§ Data to examine

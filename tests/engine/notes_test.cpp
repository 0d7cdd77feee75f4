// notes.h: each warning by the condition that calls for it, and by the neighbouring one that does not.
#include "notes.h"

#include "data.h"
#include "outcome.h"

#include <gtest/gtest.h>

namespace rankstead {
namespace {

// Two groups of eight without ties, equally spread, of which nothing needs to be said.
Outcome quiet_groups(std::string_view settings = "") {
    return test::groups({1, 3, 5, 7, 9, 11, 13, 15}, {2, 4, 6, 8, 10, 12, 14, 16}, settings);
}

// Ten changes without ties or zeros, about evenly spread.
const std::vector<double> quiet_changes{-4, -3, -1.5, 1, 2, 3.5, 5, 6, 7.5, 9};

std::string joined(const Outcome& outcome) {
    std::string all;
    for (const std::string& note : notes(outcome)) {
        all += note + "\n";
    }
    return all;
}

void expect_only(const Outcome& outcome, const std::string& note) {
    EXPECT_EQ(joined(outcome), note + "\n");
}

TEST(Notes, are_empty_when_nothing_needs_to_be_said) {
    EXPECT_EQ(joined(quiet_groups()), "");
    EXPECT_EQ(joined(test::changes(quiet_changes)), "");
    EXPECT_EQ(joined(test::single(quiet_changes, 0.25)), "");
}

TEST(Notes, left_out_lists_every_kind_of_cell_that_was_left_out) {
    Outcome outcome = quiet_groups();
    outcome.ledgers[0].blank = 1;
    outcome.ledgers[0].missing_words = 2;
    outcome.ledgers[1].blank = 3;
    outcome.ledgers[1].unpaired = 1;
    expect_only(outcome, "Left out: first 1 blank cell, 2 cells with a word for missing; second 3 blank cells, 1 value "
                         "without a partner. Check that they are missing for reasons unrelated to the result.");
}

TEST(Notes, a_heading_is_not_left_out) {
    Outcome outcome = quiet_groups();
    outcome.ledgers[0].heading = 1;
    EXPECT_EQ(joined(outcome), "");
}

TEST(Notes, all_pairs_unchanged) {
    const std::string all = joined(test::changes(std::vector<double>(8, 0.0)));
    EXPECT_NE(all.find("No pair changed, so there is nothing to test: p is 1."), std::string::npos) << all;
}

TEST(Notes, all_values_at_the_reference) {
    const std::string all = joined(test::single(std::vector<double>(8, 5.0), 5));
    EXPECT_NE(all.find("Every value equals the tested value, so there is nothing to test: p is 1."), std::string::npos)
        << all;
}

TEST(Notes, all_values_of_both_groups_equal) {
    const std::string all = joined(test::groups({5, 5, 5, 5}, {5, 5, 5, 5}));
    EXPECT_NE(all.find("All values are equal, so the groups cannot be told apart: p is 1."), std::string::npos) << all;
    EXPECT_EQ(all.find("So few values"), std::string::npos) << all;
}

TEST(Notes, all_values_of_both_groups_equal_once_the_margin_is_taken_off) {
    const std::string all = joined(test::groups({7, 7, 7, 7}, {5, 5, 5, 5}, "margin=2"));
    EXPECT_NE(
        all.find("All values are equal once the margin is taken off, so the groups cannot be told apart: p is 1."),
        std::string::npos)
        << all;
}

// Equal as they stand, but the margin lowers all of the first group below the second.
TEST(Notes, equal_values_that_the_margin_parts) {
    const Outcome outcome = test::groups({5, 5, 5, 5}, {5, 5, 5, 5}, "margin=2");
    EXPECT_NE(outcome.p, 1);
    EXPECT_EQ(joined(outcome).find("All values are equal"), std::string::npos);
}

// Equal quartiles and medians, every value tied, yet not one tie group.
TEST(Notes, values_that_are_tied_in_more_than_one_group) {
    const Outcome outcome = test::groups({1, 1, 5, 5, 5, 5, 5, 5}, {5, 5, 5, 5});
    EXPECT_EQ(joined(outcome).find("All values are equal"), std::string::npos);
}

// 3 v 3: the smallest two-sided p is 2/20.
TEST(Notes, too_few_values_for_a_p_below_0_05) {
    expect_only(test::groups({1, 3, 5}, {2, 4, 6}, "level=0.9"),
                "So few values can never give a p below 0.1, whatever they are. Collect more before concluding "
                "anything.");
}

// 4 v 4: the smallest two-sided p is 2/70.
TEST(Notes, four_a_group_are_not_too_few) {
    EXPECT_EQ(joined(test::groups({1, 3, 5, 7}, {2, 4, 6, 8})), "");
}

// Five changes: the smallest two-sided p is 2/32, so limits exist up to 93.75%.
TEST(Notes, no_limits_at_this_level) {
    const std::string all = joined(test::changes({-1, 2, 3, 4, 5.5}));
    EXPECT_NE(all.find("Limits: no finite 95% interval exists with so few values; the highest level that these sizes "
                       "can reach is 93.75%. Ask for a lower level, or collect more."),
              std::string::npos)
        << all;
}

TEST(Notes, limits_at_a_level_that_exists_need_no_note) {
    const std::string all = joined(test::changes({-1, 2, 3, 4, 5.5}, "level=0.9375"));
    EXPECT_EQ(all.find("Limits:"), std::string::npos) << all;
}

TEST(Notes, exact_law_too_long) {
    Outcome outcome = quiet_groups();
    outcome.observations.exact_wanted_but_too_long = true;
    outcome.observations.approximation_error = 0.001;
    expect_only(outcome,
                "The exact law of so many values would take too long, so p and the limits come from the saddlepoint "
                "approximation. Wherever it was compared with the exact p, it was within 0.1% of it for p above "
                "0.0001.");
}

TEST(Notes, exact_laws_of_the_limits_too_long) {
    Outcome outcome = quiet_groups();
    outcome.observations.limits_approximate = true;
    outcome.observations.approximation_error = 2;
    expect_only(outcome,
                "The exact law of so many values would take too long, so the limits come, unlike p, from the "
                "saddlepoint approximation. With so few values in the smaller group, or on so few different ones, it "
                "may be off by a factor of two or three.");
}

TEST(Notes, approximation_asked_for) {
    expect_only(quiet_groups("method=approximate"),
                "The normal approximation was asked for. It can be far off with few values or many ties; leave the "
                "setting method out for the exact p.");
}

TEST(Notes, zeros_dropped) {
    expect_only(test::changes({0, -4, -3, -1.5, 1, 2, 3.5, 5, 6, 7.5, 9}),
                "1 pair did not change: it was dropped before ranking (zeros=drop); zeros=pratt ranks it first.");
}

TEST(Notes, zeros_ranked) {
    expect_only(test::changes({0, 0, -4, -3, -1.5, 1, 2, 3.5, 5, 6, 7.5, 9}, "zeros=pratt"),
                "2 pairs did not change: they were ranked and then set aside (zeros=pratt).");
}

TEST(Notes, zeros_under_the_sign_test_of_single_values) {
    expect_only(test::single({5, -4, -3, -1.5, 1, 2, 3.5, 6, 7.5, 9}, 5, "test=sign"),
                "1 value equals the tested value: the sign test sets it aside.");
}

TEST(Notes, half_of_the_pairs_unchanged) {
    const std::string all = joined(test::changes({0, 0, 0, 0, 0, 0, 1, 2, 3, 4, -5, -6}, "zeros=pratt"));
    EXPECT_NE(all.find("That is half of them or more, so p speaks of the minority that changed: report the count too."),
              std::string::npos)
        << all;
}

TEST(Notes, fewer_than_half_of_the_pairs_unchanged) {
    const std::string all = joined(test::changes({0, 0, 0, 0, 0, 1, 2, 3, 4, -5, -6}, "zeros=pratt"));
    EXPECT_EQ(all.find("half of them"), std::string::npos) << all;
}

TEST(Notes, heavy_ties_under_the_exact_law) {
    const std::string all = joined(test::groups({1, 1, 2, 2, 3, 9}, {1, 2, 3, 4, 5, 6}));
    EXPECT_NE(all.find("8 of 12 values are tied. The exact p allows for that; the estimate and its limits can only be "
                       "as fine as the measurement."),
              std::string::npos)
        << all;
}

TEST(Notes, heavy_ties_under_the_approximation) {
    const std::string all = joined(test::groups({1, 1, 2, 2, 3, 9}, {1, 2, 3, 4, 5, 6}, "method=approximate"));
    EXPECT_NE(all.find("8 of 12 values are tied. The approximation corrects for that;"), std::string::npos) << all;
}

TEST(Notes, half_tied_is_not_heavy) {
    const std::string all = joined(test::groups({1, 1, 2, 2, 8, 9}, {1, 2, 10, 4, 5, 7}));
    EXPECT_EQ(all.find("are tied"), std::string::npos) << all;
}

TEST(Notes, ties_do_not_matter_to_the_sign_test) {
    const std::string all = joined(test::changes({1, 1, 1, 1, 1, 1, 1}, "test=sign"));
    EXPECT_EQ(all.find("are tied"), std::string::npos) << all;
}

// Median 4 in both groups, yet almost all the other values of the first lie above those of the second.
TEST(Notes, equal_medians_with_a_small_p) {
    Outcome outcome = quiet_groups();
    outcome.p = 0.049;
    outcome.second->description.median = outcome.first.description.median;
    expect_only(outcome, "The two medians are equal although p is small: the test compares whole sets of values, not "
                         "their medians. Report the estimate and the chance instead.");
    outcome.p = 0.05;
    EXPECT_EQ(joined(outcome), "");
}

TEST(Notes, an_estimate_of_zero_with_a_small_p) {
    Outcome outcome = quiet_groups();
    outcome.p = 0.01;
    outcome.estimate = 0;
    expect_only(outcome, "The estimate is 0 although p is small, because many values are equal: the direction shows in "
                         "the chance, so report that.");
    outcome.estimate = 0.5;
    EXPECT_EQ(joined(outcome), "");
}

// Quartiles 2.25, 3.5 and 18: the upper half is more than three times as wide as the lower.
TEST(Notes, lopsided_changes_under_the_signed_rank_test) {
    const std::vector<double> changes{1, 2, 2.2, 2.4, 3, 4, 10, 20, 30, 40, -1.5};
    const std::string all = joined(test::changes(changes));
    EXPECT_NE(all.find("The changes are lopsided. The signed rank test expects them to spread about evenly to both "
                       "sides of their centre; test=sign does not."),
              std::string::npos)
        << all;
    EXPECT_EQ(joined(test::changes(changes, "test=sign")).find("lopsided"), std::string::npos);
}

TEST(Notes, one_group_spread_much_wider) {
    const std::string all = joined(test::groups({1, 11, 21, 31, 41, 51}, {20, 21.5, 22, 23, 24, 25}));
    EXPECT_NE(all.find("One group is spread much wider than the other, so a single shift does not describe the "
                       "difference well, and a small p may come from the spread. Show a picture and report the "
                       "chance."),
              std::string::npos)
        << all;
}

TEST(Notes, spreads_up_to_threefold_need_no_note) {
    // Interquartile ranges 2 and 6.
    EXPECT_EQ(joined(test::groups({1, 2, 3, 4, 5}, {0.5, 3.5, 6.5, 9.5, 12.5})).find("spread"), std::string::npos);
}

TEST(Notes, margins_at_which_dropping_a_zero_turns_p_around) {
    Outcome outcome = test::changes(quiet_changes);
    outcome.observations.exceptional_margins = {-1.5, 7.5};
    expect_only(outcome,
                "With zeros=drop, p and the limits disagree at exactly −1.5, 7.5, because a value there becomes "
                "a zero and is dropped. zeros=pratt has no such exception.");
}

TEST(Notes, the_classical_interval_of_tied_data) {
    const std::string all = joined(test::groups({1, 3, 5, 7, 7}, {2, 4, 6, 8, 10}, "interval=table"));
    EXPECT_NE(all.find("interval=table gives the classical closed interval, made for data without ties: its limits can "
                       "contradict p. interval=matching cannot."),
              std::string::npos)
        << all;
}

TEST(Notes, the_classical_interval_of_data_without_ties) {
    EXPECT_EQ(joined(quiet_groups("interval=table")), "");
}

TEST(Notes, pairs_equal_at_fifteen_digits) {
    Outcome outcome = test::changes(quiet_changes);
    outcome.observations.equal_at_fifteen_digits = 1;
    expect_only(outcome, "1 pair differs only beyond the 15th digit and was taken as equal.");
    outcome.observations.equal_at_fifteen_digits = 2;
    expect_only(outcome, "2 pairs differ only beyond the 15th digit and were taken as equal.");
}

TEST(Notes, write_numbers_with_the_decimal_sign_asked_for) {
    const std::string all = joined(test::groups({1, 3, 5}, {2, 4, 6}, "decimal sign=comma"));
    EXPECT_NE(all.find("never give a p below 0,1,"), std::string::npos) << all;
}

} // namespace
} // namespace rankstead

§ What you should do
Each line from the top of the listing down to and including the one containing "outcome.ledgers[1].unpaired = 1;" should be transcribed exactly; nothing else is to be output.

§ Response below
filename tests/engine/notes_test.cpp
repository 0d7cdd77feee75f4
// notes.h: each warning by the condition that calls for it, and by the neighbouring one that does not.
#include "notes.h"

#include "data.h"
#include "outcome.h"

#include <gtest/gtest.h>

namespace rankstead {
namespace {

// Two groups of eight without ties, equally spread, of which nothing needs to be said.
Outcome quiet_groups(std::string_view settings = "") {
    return test::groups({1, 3, 5, 7, 9, 11, 13, 15}, {2, 4, 6, 8, 10, 12, 14, 16}, settings);
}

// Ten changes without ties or zeros, about evenly spread.
const std::vector<double> quiet_changes{-4, -3, -1.5, 1, 2, 3.5, 5, 6, 7.5, 9};

std::string joined(const Outcome& outcome) {
    std::string all;
    for (const std::string& note : notes(outcome)) {
        all += note + "\n";
    }
    return all;
}

void expect_only(const Outcome& outcome, const std::string& note) {
    EXPECT_EQ(joined(outcome), note + "\n");
}

TEST(Notes, are_empty_when_nothing_needs_to_be_said) {
    EXPECT_EQ(joined(quiet_groups()), "");
    EXPECT_EQ(joined(test::changes(quiet_changes)), "");
    EXPECT_EQ(joined(test::single(quiet_changes, 0.25)), "");
}

TEST(Notes, left_out_lists_every_kind_of_cell_that_was_left_out) {
    Outcome outcome = quiet_groups();
    outcome.ledgers[0].blank = 1;
    outcome.ledgers[0].missing_words = 2;
    outcome.ledgers[1].blank = 3;
    outcome.ledgers[1].unpaired = 1;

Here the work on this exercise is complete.